TASK BRIEF: Every line containing the word "reverse" is to be copied from the data below.

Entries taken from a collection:
---+---

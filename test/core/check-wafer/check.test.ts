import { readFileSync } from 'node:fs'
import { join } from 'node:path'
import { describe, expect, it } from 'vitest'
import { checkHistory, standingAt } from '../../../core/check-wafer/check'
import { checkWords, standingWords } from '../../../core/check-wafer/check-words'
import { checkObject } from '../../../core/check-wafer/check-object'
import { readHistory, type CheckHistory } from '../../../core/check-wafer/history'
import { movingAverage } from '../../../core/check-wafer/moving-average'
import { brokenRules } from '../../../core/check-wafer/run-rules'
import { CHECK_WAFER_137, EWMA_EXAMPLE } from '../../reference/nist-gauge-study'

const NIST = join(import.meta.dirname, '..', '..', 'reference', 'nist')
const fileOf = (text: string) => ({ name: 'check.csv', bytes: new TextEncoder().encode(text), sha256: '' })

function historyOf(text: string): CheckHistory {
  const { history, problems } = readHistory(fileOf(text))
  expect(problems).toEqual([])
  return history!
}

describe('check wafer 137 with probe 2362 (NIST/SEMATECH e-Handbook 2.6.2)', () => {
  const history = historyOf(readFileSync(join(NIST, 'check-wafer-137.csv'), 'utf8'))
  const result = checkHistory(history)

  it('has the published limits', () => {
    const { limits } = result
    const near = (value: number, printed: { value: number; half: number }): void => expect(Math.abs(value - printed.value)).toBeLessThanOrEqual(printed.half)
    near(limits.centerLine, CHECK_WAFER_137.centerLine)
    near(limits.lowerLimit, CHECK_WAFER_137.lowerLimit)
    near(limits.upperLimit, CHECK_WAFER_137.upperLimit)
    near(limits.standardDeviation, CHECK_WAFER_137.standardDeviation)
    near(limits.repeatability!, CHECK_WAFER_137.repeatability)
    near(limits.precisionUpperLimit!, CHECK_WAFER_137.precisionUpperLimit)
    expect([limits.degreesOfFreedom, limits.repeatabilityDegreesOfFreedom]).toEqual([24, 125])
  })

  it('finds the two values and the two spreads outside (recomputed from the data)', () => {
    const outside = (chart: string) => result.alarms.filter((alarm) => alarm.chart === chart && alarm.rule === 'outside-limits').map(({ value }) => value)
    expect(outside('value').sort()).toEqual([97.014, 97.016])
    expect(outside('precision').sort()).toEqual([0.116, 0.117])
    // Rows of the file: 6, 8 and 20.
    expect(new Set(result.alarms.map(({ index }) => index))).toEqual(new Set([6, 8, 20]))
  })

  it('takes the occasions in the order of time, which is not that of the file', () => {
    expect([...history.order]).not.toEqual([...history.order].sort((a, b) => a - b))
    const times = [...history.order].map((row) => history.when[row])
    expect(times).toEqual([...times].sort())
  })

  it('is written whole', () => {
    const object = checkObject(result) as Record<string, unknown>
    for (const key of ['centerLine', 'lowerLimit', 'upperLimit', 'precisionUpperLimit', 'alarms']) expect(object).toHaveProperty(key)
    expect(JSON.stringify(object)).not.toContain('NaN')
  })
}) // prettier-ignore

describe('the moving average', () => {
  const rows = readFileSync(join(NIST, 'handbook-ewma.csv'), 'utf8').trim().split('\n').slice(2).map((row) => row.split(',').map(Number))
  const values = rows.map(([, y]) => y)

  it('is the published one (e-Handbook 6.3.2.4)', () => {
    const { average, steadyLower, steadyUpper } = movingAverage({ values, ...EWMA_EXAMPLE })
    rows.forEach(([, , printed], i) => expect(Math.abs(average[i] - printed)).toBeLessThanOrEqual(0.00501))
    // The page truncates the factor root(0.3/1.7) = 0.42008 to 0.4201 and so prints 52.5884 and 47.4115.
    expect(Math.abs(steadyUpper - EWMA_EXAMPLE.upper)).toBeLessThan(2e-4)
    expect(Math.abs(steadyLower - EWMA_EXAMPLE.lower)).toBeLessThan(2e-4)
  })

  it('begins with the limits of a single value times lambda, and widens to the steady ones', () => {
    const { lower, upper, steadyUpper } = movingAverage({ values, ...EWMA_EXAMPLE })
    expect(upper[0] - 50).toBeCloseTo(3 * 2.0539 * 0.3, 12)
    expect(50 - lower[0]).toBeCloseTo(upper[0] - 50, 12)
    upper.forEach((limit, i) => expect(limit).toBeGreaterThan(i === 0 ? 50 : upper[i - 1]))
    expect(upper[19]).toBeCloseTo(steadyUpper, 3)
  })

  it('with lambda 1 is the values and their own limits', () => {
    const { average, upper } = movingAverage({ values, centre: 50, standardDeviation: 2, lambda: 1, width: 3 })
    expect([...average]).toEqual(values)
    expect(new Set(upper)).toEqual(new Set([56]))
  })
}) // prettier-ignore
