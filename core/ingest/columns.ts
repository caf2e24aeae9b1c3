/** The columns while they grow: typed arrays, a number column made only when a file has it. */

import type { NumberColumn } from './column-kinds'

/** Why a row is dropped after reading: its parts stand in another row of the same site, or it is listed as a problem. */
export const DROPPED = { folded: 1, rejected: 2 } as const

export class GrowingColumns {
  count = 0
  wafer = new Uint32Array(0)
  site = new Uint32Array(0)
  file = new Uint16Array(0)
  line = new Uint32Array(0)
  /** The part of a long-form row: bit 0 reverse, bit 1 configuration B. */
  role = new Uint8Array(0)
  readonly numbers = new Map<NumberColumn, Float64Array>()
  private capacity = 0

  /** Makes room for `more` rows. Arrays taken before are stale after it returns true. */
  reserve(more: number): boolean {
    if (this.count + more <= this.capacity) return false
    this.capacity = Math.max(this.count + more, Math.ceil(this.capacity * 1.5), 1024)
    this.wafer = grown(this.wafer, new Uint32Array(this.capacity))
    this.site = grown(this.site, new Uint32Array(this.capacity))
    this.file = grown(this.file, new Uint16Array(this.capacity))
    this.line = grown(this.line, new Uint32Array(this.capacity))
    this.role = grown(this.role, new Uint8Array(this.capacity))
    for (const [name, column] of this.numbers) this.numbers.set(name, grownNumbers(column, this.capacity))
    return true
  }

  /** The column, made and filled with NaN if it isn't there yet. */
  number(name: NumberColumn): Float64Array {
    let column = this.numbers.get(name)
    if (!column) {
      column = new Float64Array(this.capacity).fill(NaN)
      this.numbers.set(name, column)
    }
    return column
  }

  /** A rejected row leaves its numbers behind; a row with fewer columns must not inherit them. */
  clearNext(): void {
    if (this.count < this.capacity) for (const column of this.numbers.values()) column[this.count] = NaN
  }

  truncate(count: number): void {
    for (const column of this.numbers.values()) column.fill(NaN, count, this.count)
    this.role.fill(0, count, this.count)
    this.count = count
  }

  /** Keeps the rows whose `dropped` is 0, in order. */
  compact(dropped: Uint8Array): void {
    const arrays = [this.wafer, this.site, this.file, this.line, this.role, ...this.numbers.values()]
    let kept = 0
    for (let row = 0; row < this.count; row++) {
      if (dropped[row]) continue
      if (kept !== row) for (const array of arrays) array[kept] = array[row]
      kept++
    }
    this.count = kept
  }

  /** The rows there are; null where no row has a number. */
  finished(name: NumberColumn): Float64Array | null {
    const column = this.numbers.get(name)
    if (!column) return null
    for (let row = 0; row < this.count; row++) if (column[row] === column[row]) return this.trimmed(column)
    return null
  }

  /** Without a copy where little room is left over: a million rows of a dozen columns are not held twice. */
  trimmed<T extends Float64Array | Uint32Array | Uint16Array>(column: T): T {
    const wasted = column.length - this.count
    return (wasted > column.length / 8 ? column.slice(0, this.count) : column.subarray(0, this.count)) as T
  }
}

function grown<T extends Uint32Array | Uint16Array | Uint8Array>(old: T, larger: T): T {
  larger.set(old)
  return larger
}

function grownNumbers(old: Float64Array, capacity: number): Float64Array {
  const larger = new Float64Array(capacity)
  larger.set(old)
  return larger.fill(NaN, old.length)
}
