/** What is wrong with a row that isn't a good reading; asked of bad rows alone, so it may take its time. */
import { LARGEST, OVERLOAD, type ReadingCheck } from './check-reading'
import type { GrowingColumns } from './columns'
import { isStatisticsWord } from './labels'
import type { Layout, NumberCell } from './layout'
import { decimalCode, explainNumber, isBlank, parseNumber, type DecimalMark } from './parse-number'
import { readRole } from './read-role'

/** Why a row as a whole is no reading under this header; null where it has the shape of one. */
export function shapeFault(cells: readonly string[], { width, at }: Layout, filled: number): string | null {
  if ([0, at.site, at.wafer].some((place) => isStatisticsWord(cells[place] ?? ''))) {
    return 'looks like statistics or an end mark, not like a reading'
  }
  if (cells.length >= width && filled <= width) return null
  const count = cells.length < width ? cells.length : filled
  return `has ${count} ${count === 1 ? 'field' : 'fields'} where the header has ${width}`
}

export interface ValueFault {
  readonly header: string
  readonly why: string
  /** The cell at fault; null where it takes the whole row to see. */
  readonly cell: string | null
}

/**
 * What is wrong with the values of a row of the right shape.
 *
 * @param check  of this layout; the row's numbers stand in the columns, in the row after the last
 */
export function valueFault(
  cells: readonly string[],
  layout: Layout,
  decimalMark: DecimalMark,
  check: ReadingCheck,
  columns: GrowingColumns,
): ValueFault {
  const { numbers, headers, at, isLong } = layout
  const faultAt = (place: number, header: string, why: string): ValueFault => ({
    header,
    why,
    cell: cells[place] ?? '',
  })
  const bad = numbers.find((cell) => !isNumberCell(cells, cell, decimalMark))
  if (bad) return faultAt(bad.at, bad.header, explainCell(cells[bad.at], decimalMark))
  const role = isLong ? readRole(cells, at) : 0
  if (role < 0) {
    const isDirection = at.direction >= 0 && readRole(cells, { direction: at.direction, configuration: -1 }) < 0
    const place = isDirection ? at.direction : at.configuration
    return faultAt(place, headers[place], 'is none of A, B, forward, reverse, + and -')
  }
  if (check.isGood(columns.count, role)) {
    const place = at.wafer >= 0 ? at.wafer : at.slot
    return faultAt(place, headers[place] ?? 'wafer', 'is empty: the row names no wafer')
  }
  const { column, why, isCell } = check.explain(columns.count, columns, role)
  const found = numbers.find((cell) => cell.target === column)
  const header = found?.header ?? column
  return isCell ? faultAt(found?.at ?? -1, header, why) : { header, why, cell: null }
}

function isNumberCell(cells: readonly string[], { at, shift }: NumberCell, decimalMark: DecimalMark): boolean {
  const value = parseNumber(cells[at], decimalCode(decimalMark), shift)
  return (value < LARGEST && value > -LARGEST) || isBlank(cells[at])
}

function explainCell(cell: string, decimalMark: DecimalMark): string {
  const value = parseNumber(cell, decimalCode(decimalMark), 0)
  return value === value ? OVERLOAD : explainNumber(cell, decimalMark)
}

---+---

TASK RESULT:
  /** The part of a long-form row: bit 0 reverse, bit 1 configuration B. */
    return faultAt(place, headers[place], 'is none of A, B, forward, reverse, + and -')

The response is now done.